--- Data for processing ---
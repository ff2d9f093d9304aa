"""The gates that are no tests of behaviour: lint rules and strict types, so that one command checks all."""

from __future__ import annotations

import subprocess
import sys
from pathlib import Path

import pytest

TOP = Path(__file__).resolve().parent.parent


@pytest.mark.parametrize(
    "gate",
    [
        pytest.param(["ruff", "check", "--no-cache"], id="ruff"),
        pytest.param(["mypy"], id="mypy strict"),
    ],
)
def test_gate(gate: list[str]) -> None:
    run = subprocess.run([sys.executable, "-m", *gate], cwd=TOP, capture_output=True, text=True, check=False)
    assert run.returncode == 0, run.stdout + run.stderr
---
--- Data for processing ---
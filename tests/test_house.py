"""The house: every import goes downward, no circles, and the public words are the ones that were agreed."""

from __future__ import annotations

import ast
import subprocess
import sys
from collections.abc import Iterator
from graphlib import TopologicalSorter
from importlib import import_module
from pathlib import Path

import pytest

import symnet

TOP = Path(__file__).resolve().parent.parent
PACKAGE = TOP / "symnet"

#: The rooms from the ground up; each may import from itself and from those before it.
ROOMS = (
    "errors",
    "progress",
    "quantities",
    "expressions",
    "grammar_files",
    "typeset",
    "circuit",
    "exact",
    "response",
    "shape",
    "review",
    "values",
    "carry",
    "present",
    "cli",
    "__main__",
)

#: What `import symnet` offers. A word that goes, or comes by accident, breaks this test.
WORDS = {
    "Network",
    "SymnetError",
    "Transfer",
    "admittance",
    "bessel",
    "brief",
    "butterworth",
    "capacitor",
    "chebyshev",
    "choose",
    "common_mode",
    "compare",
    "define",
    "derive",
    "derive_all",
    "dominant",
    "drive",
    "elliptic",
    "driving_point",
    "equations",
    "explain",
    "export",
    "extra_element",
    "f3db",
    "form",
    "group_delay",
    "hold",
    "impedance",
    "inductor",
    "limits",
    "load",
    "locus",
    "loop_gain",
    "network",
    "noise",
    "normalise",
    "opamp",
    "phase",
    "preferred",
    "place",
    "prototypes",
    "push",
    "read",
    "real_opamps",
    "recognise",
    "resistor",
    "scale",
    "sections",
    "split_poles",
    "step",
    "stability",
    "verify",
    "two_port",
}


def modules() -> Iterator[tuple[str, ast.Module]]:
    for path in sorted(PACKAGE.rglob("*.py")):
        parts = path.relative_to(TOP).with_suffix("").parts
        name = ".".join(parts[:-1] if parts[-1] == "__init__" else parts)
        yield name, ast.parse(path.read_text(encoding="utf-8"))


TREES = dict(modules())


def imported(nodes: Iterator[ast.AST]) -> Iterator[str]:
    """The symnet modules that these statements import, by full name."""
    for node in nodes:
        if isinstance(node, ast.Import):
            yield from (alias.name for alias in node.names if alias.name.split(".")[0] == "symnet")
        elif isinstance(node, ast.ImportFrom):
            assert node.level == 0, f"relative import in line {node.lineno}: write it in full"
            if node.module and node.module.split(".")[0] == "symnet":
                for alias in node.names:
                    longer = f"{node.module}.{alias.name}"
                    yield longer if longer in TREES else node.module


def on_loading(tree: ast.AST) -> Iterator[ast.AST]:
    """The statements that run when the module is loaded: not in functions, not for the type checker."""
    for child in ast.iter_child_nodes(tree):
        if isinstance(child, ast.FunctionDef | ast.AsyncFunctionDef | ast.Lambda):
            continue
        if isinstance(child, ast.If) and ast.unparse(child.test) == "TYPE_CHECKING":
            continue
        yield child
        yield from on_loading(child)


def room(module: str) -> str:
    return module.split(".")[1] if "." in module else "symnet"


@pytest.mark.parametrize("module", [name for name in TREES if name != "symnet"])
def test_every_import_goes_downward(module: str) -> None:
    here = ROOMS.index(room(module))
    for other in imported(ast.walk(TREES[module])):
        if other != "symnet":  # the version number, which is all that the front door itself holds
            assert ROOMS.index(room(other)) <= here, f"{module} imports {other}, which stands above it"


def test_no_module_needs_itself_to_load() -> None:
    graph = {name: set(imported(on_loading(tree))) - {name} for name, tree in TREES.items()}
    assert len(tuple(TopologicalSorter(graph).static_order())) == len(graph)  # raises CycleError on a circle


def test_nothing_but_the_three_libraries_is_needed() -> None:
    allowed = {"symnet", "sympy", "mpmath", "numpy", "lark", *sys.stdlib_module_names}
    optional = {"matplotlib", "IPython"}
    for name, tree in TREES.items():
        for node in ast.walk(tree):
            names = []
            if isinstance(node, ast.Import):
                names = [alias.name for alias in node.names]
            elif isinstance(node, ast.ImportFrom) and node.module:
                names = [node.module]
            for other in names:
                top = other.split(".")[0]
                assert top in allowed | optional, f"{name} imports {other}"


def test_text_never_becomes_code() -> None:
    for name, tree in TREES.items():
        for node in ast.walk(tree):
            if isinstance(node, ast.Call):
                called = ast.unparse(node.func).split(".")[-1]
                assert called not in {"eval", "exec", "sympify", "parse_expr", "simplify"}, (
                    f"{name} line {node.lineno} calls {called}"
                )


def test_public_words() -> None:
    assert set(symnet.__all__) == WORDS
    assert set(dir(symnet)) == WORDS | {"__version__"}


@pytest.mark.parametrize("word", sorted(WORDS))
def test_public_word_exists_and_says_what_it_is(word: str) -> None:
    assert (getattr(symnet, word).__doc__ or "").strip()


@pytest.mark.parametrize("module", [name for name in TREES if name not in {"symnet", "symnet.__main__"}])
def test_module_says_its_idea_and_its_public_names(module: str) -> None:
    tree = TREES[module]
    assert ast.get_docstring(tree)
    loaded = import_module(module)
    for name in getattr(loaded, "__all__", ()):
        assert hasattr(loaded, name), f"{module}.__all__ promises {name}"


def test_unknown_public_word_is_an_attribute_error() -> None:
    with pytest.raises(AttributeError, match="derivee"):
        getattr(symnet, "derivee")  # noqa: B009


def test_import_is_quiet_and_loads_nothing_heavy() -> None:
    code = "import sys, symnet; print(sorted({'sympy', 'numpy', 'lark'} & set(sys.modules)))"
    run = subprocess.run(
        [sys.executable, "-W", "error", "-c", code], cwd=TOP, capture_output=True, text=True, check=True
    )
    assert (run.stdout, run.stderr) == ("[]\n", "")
---
--- Exercise aim ---
Using the data above, reproduce exactly the lines from the line that contains "assert (getattr(symnet, word).__doc__" through the line that contains "def test_unknown_public_word_is_an_attribute_error() ->", including both.

--- Written reply ---
    assert (getattr(symnet, word).__doc__ or "").strip()


@pytest.mark.parametrize("module", [name for name in TREES if name not in {"symnet", "symnet.__main__"}])
def test_module_says_its_idea_and_its_public_names(module: str) -> None:
    tree = TREES[module]
    assert ast.get_docstring(tree)
    loaded = import_module(module)
    for name in getattr(loaded, "__all__", ()):
        assert hasattr(loaded, name), f"{module}.__all__ promises {name}"


def test_unknown_public_word_is_an_attribute_error() -> None:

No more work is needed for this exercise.